*WHAT IS EXPECTED*: Reproduce the records below exactly, but only between the lines holding "the memory check counts" and "n = ms.n_firms", inclusive.
Segment Start: INPUT
def compile_lineup(market, learners=None, *, prefix: str = "learning", workers: int = 1,
                   available_memory: int | None = None, agreement: str = "joint",
                   seat_prefix: str | None = None, random_automata: str = "refuse",
                   alternating: bool = False) -> Lineup:
    """Resolve a line-up of learners (and automata) against a market, checking that the state space
    fits in memory before anything is allocated.

    Parameters
    ----------
    market : sim.Market or sim.MarketSpec
        A single-product market with 2 to 4 firms.
    learners : QLearner or sequence, optional
        One learner for every seat (default ``QLearner()``, the published baseline), or one strategy
        per seat: a :class:`~strategies.qlearning.QLearner` or an automaton from :mod:`strategies`
        (grim trigger, tit for tat, forgiving tit for tat, opportunist, ...), at least one of them a
        learner. Automata that act at random (a probability strictly between 0 and 1) are seated
        only with ``random_automata = "estimate"``.
    prefix : str
        Key path of the learners' parameters in error messages (a single learner for every seat).
    workers : int
        Sessions held in memory at once (for the memory check).
    available_memory : int, optional
        Bytes that may be used (default: what the operating system reports as available).
    agreement : str
        Collusive outcome the automata's levels refer to (see :func:`sim.stage_game`).
    seat_prefix : str, optional
        With one strategy per seat, the key path of seat ``i`` is ``seat_prefix[i+1]`` (default
        ``"strategies"``, as in an experiment file's ``[[strategies]]``).
    random_automata : {"refuse", "estimate"}
        ``"refuse"`` (default, for callers that rely on exact limit cycles): an automaton that acts
        at random raises InputError naming its seat. ``"estimate"``: it is seated; it draws from the
        session's stream and the limit analysis of the line-up is a simulated estimate
        (:attr:`Lineup.limit_exact` is False; see :func:`sim.learning.session.learn`, which always uses this).
    alternating : bool
        For alternating moves (:mod:`sim.learning.alternating`), whose learners' state is the rival's current price:
        the memory check counts their tables (``m`` states of ``m`` prices per learner), and the initial values are
        kept for one state (the same in every state), not for every history of the simultaneous protocol.

    Returns
    -------
    Lineup
    """
    Options("refuse", "estimate").check("random_automata", random_automata)
    ms = market if isinstance(market, MarketSpec) else market.spec()
    n = ms.n_firms
    if getattr(ms, "multi_product", False):
        raise InputError("market.owner", "each learning firm sets one action: multi-product firms are not supported")
    if not 2 <= n <= 4:
        raise InputError("market.n_firms", f"learning needs 2 to 4 firms, got {n}")
    seats, keys = _seats_and_keys(learners, n, prefix, seat_prefix)
    # a fixed policy takes its grid and memory from its file (sim.learning.fixed)
    seats, policies = with_fixed_policies(seats, keys, market.to_dict() if hasattr(market, "to_dict") else None)
    is_l = [_is_learner(x) for x in seats]
    specs = {i: seats[i].spec(prefix=keys[i]) for i in range(n) if is_l[i]}
    # automata first: their action sets enter the state space
    auto = _automaton_part(ms, seats, is_l, keys, agreement, random_automata == "refuse")
    radix = [int(specs[i]["m"]) if is_l[i] else int(auto["values"][i].size) for i in range(n)]
    ks = [int(specs[i]["k"]) if specs[i]["family"] in ("q", "fixed") else 0 for i in range(n) if is_l[i]]
    _check_memory(radix, ks, max(1, int(workers)), prefix, available_memory, int(np.prod(auto["zn"])),
                  states=max(radix) if alternating else None)
    # the published grid of a learner without one is placed by the static-Nash and joint-profit actions
    stage = stage_game(ms) if any(is_l[i] and seats[i].get_params().get("grid") is None for i in range(n)) else None
    compiled = with_sources(tuple(seats[i].compile(stage, i, keys[i]) if is_l[i] else None for i in range(n)), policies)
    grids = tuple(compiled[i].grid if is_l[i] else auto["values"][i] for i in range(n))
    seat_in = _seat_inputs(compiled, radix, auto["zn"])
    M = int(np.prod(seat_in.radix))
    # the history of one period is kept even when every learner is a bandit (memory 0)
    stage_in = _stage_inputs(ms, grids, seat_in, M, max(1, *ks), auto["engine"] is not None, prefix)
    seat_in = _with_reward_bounds(seat_in, stage_in.payoff, compiled)
    st = stage_game(ms, agreement)
    names = tuple(SEAT_NAMES[compiled[i].family] if is_l[i] else getattr(seats[i], "name", type(seats[i]).__name__)
                  for i in range(n))
    return Lineup(
        market=ms, learners=compiled, names=names, grids=grids, seats=seat_in, stage=stage_in,
        automata=auto["inputs"], engine_lineup=auto["engine"],
        # under alternating moves a fixed policy is refused (sim.learning.alternating.check_alternating): its
        # policy has the simultaneous protocol's states, which the one row kept cannot hold
        q0=(_initial_q(compiled, seat_in, stage_in.payoff, keys, 1) if alternating else
            fixed_q(_initial_q(compiled, seat_in, stage_in.payoff, keys), policies, seat_in, grids, keys)),
        z0=auto["z0"],
        nash_profits=np.asarray(st.nash.profits, float), collusive_profits=np.asarray(st.collusive.profits, float),
        nash_actions=np.asarray(st.nash.actions, float), collusive_actions=np.asarray(st.collusive.actions, float),
        nash_prices=np.asarray(st.nash.prices, float), collusive_prices=np.asarray(st.collusive.prices, float),
        random_seats=tuple(auto["random_seats"]),
    )


def _seat_inputs(compiled: tuple, radix: list, zn: np.ndarray) -> SeatInputs:
    """The per-seat arrays: kinds, learner numbers, place values (seat 0 varies fastest), memories."""
    n = len(compiled)
    is_l = [c is not None for c in compiled]
    radix_a = np.array(radix, dtype=np.int64)
    place = np.ones(n, dtype=np.int64)
    for i in range(1, n):
        place[i] = place[i - 1] * radix_a[i - 1]
    M = int(np.prod(radix_a))
    mod = np.array([M ** compiled[i].k if is_l[i] else 1 for i in range(n)], dtype=np.int64)
    kind = np.array([LEARNER if x else AUTOMATON for x in is_l], dtype=np.int64)
    lidx = np.cumsum(is_l, dtype=np.int64) - 1
    lidx[~np.array(is_l)] = 0
    zplace = np.zeros(n, dtype=np.int64)
    acc = 1
    for i in range(n):
        if not is_l[i]:
            zplace[i] = acc
            acc *= int(zn[i])
    return SeatInputs(kind=kind, lidx=lidx, radix=radix_a, place=place, mod=mod, zn=zn, zplace=zplace,
                      owner=np.arange(n, dtype=np.int64),
                      alpha=np.array([c.alpha if c else 0.0 for c in compiled]),
                      beta=np.array([c.beta if c else 0.0 for c in compiled]),
                      delta=np.array([c.delta if c else 0.0 for c in compiled]),
                      share=np.array([c.share if c else 0.0 for c in compiled]),
                      family=np.array([FAMILY_CODES[c.family] if c else 0 for c in compiled], dtype=np.int64),
                      explore=np.array([c.exploration if c else 0.0 for c in compiled]),
                      noise=np.array([c.noise if c else 0.0 for c in compiled]),
                      reward_lo=np.zeros(n), reward_span=np.ones(n))
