def _thresholds(game, run: dict, notes: list) -> list:
    """Critical discount factors of the punishment schemes in the line-up, from the levels the seats
    actually play.

    Each row is the threshold of one scheme (grim trigger, T-period reversion, stick and carrot) with
    the collusive profile the line-up plays on its path and the punishment profile of the seats that
    play it, as if every firm punished with it (the closed forms assume a common scheme). Deviations
    are each firm's best one-shot deviation from the profile played. A scheme whose punishment is not
    a static Nash equilibrium and does not police deviations from it (grim trigger and T-period
    reversion to another level), or whose expectations let a profitable deviation pass unseen, is not
    an equilibrium at any discount factor (``nan``, with a note). A line-up without a steady collusive
    path has no rows (a note says why)."""

    lu = game.lineup
    d_eff = run["delta"] * (run["continuation"] if run["horizon"] == "random" else 1.0)
    groups: dict = {}
    for i, s in enumerate(lu.strategies):
        sch = scheme_of(s)
        if sch is None:
            continue
        s0 = int(lu.firms[i, S.INITIAL])
        sp = int(lu.states[i, s0, S.BAD])
        e = int(lu.states[i, s0, S.EXPECT])
        expect = lu.levels[i, e if e >= 0 else lu.states[i, s0, S.ACTION]]
        punish = lu.levels[i, lu.states[i, sp, S.ACTION]]
        key = (*sch, expect.tobytes(), punish.tobytes())
        groups.setdefault(key, []).append(i)
    if not groups:
        return []
    a_c, why = _on_path_profile(game)
    if a_c is None:
        notes.append(f"no critical discount factor: {why}")
        return []
    c, d, _ = _payoffs(game, a_c)
    in_rows = sorted(i for seats in groups.values() for i in seats)
    if len(groups) > 1 or len(in_rows) < game.n_firms:
        others = [f"firm {i + 1} ({lu.names[i]})" for i in range(game.n_firms) if i not in in_rows]
        what = (f"{', '.join(others)} {'does' if len(others) == 1 else 'do'} not punish with any of these schemes"
                if others else "the seats punish with different schemes")
        notes.append(f"{what}: each threshold is the one that would hold if every firm punished with that row's "
                     "scheme")
    out = []
    for key, seats in sorted(groups.items(), key=lambda kv: (kv[0][0], kv[0][1] or 0, kv[1][0])):
        kind, T = key[0], key[1]
        j0 = seats[0]
        s0 = int(lu.firms[j0, S.INITIAL])
        sp = int(lu.states[j0, s0, S.BAD])
        p = np.array(lu.levels[j0, lu.states[j0, sp, S.ACTION]], dtype=float)
        pi_p, d_p, _ = _payoffs(game, p)
        if kind == "grim":
            name, src = "grim trigger", "Friedman (1971)"
            per = grim_threshold(c, d, pi_p)
        elif kind == "finite":
            name, src = f"Nash reversion, T={T}", "T-period Nash reversion"
            per = finite_threshold(c, d, pi_p, T)
        else:
            name, src = "stick and carrot", "Abreu (1986)"
            per = _two_phase(c, d, pi_p, d_p)
        per = np.array(np.atleast_1d(per), dtype=float)
        loose = _unpunished_gains(game, j0, s0, a_c, name, "collusive profile", notes)
        loose |= _unpunished_gains(game, j0, sp, p, name, "punishment", notes)
        per[loose] = np.nan
        market = float(np.nan) if np.any(np.isnan(per)) else float(per.max())
        out.append({"scheme": name, "source": src, "seats": [i + 1 for i in seats], "per_firm": per.tolist(),
                    "market": market, "effective_delta": d_eff, "benchmark": "infinite horizon",
                    "collusive_profile": a_c.tolist(), "punishment_profile": p.tolist(),
                    "clears": bool(np.isfinite(market) and d_eff >= market)})
    if run["horizon"] == "fixed":
        notes.append(f"the thresholds are the infinite-horizon benchmark: with a fixed horizon of {run['periods']} "
                     "periods and a unique static Nash equilibrium, backward induction leaves Nash play in every "
                     "period as the only subgame-perfect outcome, whatever the discount factor")
    return out
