[assess]
punishments = [2]
deltas = [0.6]
simulate = false
pair_mergers = true
"""


def test_every_two_firm_merger_and_the_maverick_in_the_assessment(tmp_path, capsys):
    f = _write(tmp_path, THREE_MILLS)
    code, out, err = _run(["assess", str(f), "--out", str(tmp_path / "run")], capsys)
    assert code == 0, err
    assert "Every two-firm merger of the market before the merger" in out and "Mill A + Mill B" in out
    code, out, err = _run(["assess", str(f), "--json", "--out", str(tmp_path / "run2")], capsys)
    d = json.loads(out)
    pairs, mav = d["pair_mergers"]["pairs"], d["pair_mergers"]["maverick"]
    assert pairs["before"] == pytest.approx(4 / 7, rel=1e-9)
    for i, j in ((0, 1), (0, 2), (1, 2)):
        assert pairs["change"][i][j] == pytest.approx(-5 / 119, rel=1e-9)
    assert mav["presence"] == pytest.approx([5 / 119] * 3, rel=1e-9)
    assert mav["firm"] == -1 and "no firm stands out" in mav["reason"]
    figures = tmp_path / "run" / "report" / "figures"
    assert (figures / "pair-mergers.png").is_file()
    assert "Every two-firm merger and the maverick" in (tmp_path / "run" / "report" / "summary.md").read_text()


def test_pair_mergers_must_be_true_or_false(tmp_path, capsys):
    f = _write(tmp_path, THREE_MILLS.replace("pair_mergers = true", 'pair_mergers = "yes"'))
    code, _, err = _run(["assess", str(f), "--out", str(tmp_path / "run")], capsys)
    assert code == 2 and err.count("\n") == 1 and "assess.pair_mergers" in err and not (tmp_path / "run").exists()
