"""The tables of a learning experiment, read and validated: the one reader of ``[learning]``, ``[impulse]``,
``[run]`` and a learning ``[[strategies]]`` line-up (the ``learn`` kind, the tournament's learning entrants and the
library use it).
"""

from __future__ import annotations

from pathlib import Path

from sim.core.errors import InputError
from sim.core.files import relative_file_name
from sim.core.parallel import usable_cores
from sim.core.params import Integer, Options, Real, optional
from sim.core.tables import refuse_unknown
from sim.learning.alternating import TIMINGS, check_alternating
from sim.learning.events import (
    EVENT_KEYS,
    EVENT_KINDS,
    EVENT_PERIODS,
    EVENT_PERIODS_DEFAULT,
    check_event,
    event_from_table,
    with_saved_grids,
)
from sim.learning.lineup import MEMORY_SHARE, available_memory, compile_lineup
from sim.learning.merger import refuse_merged
from sim.learning.noisy_prices import PRICE_NOISE, check_noisy_lineup
from sim.learning.results import LIMIT_PERIODS
from sim.learning.saved import check_start, check_states, load_learners
from sim.learning.shocks import SHOCK_CONSTRAINTS, measures_price_wars, shock_code
from sim.learning.signals import SIGNAL_BAND, SIGNAL_CONSTRAINTS, check_saved_observe, check_signal_lineup
from sim.models.market import market_from_dict
from strategies import strategy_from_dict
from strategies.qlearning import QLearner
from strategies.registry import check_seats, known_names

__all__ = [
    "EXPERIMENT_KEYS",
    "IMPULSE_KEYS",
    "LEARNER_PARAMS",
    "LEARNING_KEYS",
    "RUN_CONSTRAINTS",
    "RUN_KEYS",
    "SETTING_DEFAULTS",
    "learner_from_entry",
    "learning_from_dict",
    "settings_listing",
]

#: the settings of a run of learning sessions (arguments of :func:`sim.learning.session.learn`), as data
RUN_CONSTRAINTS = {
    "sessions": Integer(1, 10_000_000),
    "seed": Integer(0, 2**63 - 1),
    "convergence": Integer(1, 10**12),
    "max_periods": Integer(1, 10**15),
    "deviator": Integer(0, 3),
    "response_periods": Integer(0, 10_000),
    "limit_periods": Integer(1, 100_000_000),
    "near": Real(0, 1),
    "workers": optional(Integer(1, 1024)),
    "cell": Integer(0, 2**31),
    "confidence": Real(0, 1, closed="neither"),
    "timing": Options(*TIMINGS),
    **SHOCK_CONSTRAINTS,
    **SIGNAL_CONSTRAINTS,
}
#: the defaults of the run's settings (:func:`learning_from_dict`; listed by ``supergame list learners``)
SETTING_DEFAULTS = {"convergence": 100_000, "max_periods": 1_000_000_000, "near": 0.1, "limit_periods": LIMIT_PERIODS,
                    "sessions": 100, "seed": 0, "workers": None, "confidence": 0.95, "response_periods": 15,
                    "timing": "simultaneous", "demand_noise": "lognormal", "demand_sigma": 0.0, "observe": "prices",
                    "signal_band": SIGNAL_BAND, "price_noise": PRICE_NOISE}
#: parameters of a Q-learner in [learning] and in a ``strategy = "qlearning"`` entry
LEARNER_PARAMS = ("alpha", "beta", "delta", "m", "xi", "grid", "k", "init", "update", "counterfactual_share", "family",
                  "exploration", "noise", "policy_from", "firm", "session")
#: keys of the tables a learning experiment reads, in the order error messages list them
LEARNING_KEYS = (*LEARNER_PARAMS, "convergence", "max_periods", "near", "limit_periods", "save_to", "continue_from",
                 "timing", "demand_noise", "demand_sigma", "observe", "signal_band", "price_noise")
IMPULSE_KEYS = ("firm", "action", "periods")
RUN_KEYS = ("sessions", "seed", "workers", "confidence")
EXPERIMENT_KEYS = ("name", "kind", "description")
_READERS = {"market": None, "learning": LEARNING_KEYS, "impulse": IMPULSE_KEYS, "run": RUN_KEYS, "event": EVENT_KEYS}
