/// The current sensing's shunt place and ADC: a three-phase bridge's shunts
/// sit in the legs; a place given twice must agree; the ADC within bounds of
/// our own choice (6 to 24 bits, a full scale above 0 and at most 100 V).
fn check_sensing_extras(
    b: &BoardSpec,
    cs: &CurrentSensingSpec,
    c: &Check,
) -> Result<(), InputError> {
    let three_phase = b.stage.topology == TopologySpec::ThreePhase;
    match (cs.place, b.overcurrent.as_ref().map(|o| o.shunt.place)) {
        (Some(ShuntPlaceSpec::Phase), _) if three_phase => {
            return Err(c.fail(
                "current_sensing.place",
                "a three-phase bridge's current sensing reads low-side shunts in its legs or one shunt in the DC link; expected `leg`, `supply-return` or no place",
            ));
        }
        (Some(ShuntPlaceSpec::SupplyReturn), _) if three_phase => check_dc_link(b, cs, c)?,
        (Some(p), Some(o)) if !three_phase && p != o => {
            return Err(c.fail(
                "current_sensing.place",
                "differs from `overcurrent.shunt.place`; one shunt serves both, expected the same place or none here",
            ));
        }
        _ => {}
    }
    if cs.conversion.is_some() && !three_phase {
        return Err(c.fail(
            "current_sensing.conversion",
            "a brushed stage reads one current; only a three-phase bridge converts two (remove it)",
        ));
    }
    if let Some(adc) = &cs.adc {
        if !(6..=24).contains(&adc.bits) {
            return Err(c.fail(
                "current_sensing.adc.bits",
                format!("{} is out of range; expected 6 to 24", adc.bits),
            ));
        }
        c.within(
            "current_sensing.adc.full_scale",
            adc.full_scale.si,
            0.0,
            100.0,
            V,
        )?;
    }
    Ok(())
}

/// A three-phase bridge's single DC-link shunt: read in the active vectors of sinusoidal
/// modulation, with the compares shifted apart on the up count and given back on the down
/// count (the timer must load them at both extremes), by one channel at two instants.
fn check_dc_link(b: &BoardSpec, cs: &CurrentSensingSpec, c: &Check) -> Result<(), InputError> {
    if matches!(b.stage.modulation, Some(ModulationSpec::SixStep { .. })) {
        return Err(c.fail(
            "current_sensing.place",
            "a single DC-link shunt is planned for sinusoidal modulation only (its two readings in the active vectors); six-step: expected `leg`",
        ));
    }
    if !b
        .timer
        .update_divider
        .as_ref()
        .is_some_and(|u| u.each_extreme)
    {
        return Err(c.fail(
            "current_sensing.place",
            "a single DC-link shunt needs the compares shifted apart on the up count and given back on the down count, so the timer must load them at both counter extremes; add `update_divider: { max: 1, each_extreme: true }` to the timer (or read low-side shunts: `leg`)",
        ));
    }
    if cs.conversion.is_some() {
        return Err(c.fail(
            "current_sensing.conversion",
            "a single DC-link shunt is read by one channel at two instants; remove it",
        ));
    }
    Ok(())
}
Segment End: INPUT
*RESULT OF THIS EXERCISE*:
        the memory check counts their tables (``m`` states of ``m`` prices per learner), and the initial values are
        kept for one state (the same in every state), not for every history of the simultaneous protocol.

    Returns
    -------
    Lineup
    """
    Options("refuse", "estimate").check("random_automata", random_automata)
    ms = market if isinstance(market, MarketSpec) else market.spec()
    n = ms.n_firms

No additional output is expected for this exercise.